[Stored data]
[Start of section]
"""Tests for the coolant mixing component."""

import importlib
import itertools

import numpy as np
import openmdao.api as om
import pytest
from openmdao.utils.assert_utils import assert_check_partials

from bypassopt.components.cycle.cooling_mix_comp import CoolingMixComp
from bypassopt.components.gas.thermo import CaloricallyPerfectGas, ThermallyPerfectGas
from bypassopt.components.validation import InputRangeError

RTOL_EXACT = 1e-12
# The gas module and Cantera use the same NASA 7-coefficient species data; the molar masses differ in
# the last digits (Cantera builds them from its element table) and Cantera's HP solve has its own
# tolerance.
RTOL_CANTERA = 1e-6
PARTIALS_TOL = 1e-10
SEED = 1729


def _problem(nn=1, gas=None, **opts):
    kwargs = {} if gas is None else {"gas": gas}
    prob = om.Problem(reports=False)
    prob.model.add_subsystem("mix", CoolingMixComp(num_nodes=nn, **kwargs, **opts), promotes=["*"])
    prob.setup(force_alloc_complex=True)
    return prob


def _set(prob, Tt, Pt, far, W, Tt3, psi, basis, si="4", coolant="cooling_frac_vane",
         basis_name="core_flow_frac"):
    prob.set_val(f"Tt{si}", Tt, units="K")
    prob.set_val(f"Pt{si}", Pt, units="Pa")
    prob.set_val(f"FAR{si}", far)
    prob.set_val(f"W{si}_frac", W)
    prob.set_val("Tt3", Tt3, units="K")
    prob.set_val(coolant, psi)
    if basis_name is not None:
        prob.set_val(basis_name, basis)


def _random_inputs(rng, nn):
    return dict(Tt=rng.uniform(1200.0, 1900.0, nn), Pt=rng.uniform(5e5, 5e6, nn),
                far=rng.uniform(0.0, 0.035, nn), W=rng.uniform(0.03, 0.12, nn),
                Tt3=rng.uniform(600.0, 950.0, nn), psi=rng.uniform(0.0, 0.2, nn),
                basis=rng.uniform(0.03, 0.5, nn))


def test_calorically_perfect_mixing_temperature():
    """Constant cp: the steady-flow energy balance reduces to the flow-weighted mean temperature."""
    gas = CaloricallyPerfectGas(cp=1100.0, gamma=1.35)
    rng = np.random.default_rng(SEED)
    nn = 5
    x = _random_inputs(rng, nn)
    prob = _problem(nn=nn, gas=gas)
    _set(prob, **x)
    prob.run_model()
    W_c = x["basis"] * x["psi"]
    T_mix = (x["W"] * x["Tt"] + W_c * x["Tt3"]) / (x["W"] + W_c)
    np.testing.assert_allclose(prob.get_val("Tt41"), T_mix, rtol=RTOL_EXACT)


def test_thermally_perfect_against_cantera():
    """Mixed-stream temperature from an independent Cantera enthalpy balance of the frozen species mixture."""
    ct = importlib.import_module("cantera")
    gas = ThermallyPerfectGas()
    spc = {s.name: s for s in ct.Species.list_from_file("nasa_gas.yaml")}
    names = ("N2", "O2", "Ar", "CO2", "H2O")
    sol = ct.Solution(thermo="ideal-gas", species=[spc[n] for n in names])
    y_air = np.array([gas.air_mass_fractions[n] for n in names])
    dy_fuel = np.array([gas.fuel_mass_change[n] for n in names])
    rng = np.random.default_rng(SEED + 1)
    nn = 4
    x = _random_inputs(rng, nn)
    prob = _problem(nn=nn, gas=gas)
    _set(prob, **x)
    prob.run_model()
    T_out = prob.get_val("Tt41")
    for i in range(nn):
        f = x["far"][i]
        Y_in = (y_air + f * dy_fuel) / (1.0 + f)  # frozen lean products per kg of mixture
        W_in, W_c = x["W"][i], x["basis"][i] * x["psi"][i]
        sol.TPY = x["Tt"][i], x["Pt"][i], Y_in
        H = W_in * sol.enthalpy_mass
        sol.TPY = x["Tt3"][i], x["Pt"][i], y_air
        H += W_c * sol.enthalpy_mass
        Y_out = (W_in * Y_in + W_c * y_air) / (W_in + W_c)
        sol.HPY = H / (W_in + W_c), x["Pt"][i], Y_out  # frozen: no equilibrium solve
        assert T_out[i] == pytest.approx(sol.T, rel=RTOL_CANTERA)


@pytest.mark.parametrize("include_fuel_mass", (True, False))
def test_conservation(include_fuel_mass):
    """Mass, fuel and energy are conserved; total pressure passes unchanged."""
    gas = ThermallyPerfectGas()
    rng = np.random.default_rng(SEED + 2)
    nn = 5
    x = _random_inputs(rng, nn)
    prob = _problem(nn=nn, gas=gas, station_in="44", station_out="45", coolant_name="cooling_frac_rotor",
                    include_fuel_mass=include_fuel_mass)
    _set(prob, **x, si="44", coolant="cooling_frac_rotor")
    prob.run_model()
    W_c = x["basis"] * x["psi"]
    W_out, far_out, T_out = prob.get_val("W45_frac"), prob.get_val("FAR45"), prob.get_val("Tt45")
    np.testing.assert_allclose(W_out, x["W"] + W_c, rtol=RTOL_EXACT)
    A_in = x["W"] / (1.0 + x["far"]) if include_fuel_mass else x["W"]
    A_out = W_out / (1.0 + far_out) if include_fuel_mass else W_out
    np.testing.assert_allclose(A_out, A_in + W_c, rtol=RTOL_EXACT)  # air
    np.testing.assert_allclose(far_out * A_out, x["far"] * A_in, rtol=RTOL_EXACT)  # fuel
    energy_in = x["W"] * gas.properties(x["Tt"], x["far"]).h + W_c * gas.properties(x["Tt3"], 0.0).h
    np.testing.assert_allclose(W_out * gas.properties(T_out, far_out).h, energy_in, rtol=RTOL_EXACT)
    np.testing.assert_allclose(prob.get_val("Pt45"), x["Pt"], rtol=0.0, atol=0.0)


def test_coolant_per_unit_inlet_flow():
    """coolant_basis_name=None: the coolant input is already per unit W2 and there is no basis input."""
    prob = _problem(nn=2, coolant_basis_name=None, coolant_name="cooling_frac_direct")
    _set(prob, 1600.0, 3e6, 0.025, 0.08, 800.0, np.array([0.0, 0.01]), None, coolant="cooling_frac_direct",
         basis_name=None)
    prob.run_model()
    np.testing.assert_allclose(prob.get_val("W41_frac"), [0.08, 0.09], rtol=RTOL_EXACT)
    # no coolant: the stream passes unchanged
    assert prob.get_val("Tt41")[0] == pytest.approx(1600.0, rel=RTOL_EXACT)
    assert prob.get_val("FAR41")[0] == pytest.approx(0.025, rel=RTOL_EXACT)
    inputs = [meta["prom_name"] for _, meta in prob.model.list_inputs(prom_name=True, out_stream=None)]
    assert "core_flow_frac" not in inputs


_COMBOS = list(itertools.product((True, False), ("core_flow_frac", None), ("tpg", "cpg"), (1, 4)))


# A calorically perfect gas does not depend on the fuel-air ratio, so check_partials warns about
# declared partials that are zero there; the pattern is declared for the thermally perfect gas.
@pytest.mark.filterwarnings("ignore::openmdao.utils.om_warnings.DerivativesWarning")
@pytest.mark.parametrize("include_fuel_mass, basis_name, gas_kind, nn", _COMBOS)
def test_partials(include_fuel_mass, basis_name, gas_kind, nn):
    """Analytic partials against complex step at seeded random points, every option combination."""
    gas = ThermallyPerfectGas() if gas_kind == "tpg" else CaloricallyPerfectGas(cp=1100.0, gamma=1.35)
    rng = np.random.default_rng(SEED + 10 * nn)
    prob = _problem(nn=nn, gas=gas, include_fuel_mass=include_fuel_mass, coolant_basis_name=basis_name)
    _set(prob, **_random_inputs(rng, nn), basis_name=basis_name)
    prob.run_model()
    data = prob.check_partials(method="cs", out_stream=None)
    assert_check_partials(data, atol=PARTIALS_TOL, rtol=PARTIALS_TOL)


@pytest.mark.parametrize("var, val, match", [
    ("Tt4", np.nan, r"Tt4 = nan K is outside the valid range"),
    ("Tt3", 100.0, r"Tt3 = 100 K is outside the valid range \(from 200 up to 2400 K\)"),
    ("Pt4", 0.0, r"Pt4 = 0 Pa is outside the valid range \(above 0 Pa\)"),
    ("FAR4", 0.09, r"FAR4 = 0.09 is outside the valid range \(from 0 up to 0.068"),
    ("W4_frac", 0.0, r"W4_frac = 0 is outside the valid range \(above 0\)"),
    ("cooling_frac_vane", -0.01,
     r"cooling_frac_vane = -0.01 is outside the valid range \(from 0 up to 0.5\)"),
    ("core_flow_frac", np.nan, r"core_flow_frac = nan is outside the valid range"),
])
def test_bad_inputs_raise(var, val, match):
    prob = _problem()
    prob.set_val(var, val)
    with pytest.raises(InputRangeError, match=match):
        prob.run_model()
[End of section]
[Start of section]
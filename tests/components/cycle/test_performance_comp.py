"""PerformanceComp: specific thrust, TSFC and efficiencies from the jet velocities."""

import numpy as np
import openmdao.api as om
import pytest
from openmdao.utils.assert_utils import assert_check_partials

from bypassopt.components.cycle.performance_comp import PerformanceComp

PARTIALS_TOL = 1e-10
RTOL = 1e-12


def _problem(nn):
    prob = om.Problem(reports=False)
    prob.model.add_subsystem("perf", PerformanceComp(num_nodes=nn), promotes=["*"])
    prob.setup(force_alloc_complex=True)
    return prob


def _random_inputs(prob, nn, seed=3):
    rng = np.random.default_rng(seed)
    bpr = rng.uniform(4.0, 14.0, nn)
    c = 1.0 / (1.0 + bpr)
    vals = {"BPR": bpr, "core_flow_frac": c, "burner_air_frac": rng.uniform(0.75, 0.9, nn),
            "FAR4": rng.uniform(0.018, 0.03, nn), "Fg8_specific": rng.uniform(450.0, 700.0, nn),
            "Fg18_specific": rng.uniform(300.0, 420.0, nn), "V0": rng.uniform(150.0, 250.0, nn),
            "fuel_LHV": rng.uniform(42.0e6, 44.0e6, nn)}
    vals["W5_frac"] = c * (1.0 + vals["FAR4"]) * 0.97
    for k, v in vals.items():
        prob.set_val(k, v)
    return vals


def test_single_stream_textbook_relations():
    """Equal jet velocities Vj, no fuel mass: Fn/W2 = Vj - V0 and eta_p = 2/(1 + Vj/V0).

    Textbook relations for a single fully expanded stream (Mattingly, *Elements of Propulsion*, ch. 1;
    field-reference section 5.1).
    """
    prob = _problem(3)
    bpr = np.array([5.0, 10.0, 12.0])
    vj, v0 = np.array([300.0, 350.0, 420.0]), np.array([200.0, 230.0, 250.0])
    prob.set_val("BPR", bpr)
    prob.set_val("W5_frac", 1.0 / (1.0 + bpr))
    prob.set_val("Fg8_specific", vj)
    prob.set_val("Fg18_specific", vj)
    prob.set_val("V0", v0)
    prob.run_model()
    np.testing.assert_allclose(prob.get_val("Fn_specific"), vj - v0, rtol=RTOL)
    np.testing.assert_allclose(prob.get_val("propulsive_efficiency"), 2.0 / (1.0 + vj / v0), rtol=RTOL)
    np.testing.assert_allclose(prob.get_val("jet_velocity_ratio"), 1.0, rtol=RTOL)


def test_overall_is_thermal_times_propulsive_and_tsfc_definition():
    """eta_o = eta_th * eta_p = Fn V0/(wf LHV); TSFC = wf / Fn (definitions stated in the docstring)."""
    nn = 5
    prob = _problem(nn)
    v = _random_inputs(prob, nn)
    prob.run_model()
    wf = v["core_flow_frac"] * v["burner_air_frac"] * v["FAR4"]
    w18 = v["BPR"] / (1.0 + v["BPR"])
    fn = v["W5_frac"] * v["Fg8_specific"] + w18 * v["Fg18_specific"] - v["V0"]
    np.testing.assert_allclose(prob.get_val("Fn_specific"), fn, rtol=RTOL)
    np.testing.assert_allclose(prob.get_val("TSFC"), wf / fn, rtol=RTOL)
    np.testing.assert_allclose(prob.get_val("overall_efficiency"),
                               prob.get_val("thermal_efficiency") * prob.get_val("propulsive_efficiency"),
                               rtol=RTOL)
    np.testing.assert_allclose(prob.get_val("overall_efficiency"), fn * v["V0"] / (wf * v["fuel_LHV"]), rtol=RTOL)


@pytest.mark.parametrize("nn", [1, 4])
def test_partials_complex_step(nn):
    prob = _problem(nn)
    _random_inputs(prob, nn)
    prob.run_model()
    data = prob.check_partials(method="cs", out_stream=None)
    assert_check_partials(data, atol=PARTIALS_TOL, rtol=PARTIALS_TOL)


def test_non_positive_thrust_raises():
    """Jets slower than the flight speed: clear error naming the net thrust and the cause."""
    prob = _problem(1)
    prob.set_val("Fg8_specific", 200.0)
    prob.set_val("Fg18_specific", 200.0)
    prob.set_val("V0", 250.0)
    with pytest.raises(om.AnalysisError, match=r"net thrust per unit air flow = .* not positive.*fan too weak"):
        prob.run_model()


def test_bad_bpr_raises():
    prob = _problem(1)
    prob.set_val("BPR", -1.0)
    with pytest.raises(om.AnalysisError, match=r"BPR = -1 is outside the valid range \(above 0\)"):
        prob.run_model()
[End of section]
[Start of section]
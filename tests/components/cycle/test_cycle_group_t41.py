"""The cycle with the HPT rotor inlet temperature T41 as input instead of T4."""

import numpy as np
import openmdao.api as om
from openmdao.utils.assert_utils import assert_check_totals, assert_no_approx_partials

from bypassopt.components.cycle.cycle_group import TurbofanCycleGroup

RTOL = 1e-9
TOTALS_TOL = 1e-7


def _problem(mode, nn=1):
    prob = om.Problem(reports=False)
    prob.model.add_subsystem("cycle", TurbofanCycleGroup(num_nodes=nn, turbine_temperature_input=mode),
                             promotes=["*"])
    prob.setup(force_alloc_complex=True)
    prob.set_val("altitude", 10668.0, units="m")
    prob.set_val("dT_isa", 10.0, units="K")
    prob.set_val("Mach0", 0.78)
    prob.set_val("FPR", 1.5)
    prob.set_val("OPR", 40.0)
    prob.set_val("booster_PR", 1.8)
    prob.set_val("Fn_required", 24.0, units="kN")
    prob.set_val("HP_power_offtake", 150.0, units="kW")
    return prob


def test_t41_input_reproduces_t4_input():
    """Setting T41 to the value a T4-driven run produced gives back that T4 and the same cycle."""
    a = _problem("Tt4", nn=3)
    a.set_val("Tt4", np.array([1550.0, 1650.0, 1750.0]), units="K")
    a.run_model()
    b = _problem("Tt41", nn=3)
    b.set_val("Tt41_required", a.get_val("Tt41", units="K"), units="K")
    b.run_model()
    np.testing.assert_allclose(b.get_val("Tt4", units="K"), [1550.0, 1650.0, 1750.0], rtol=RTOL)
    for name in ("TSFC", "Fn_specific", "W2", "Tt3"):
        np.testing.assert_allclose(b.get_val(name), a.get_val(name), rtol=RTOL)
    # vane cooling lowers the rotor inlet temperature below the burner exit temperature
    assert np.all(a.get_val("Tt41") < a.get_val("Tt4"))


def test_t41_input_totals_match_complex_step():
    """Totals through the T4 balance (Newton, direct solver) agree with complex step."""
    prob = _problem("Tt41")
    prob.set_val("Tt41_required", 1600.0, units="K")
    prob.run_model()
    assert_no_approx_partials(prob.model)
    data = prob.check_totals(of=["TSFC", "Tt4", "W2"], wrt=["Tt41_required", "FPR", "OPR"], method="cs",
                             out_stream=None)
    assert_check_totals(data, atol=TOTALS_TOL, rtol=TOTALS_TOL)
[End of section]
WHAT TO WORK ON >> Show all lines in the entries above where the word "units" appears.

EXERCISE ANSWER >>
    prob.set_val(f"Tt{si}", Tt, units="K")
    prob.set_val(f"Pt{si}", Pt, units="Pa")
    prob.set_val("Tt3", Tt3, units="K")
    prob.set_val("altitude", 10668.0, units="m")
    prob.set_val("dT_isa", 10.0, units="K")
    prob.set_val("Fn_required", 24.0, units="kN")
    prob.set_val("HP_power_offtake", 150.0, units="kW")
    a.set_val("Tt4", np.array([1550.0, 1650.0, 1750.0]), units="K")
    b.set_val("Tt41_required", a.get_val("Tt41", units="K"), units="K")
    np.testing.assert_allclose(b.get_val("Tt4", units="K"), [1550.0, 1650.0, 1750.0], rtol=RTOL)
    prob.set_val("Tt41_required", 1600.0, units="K")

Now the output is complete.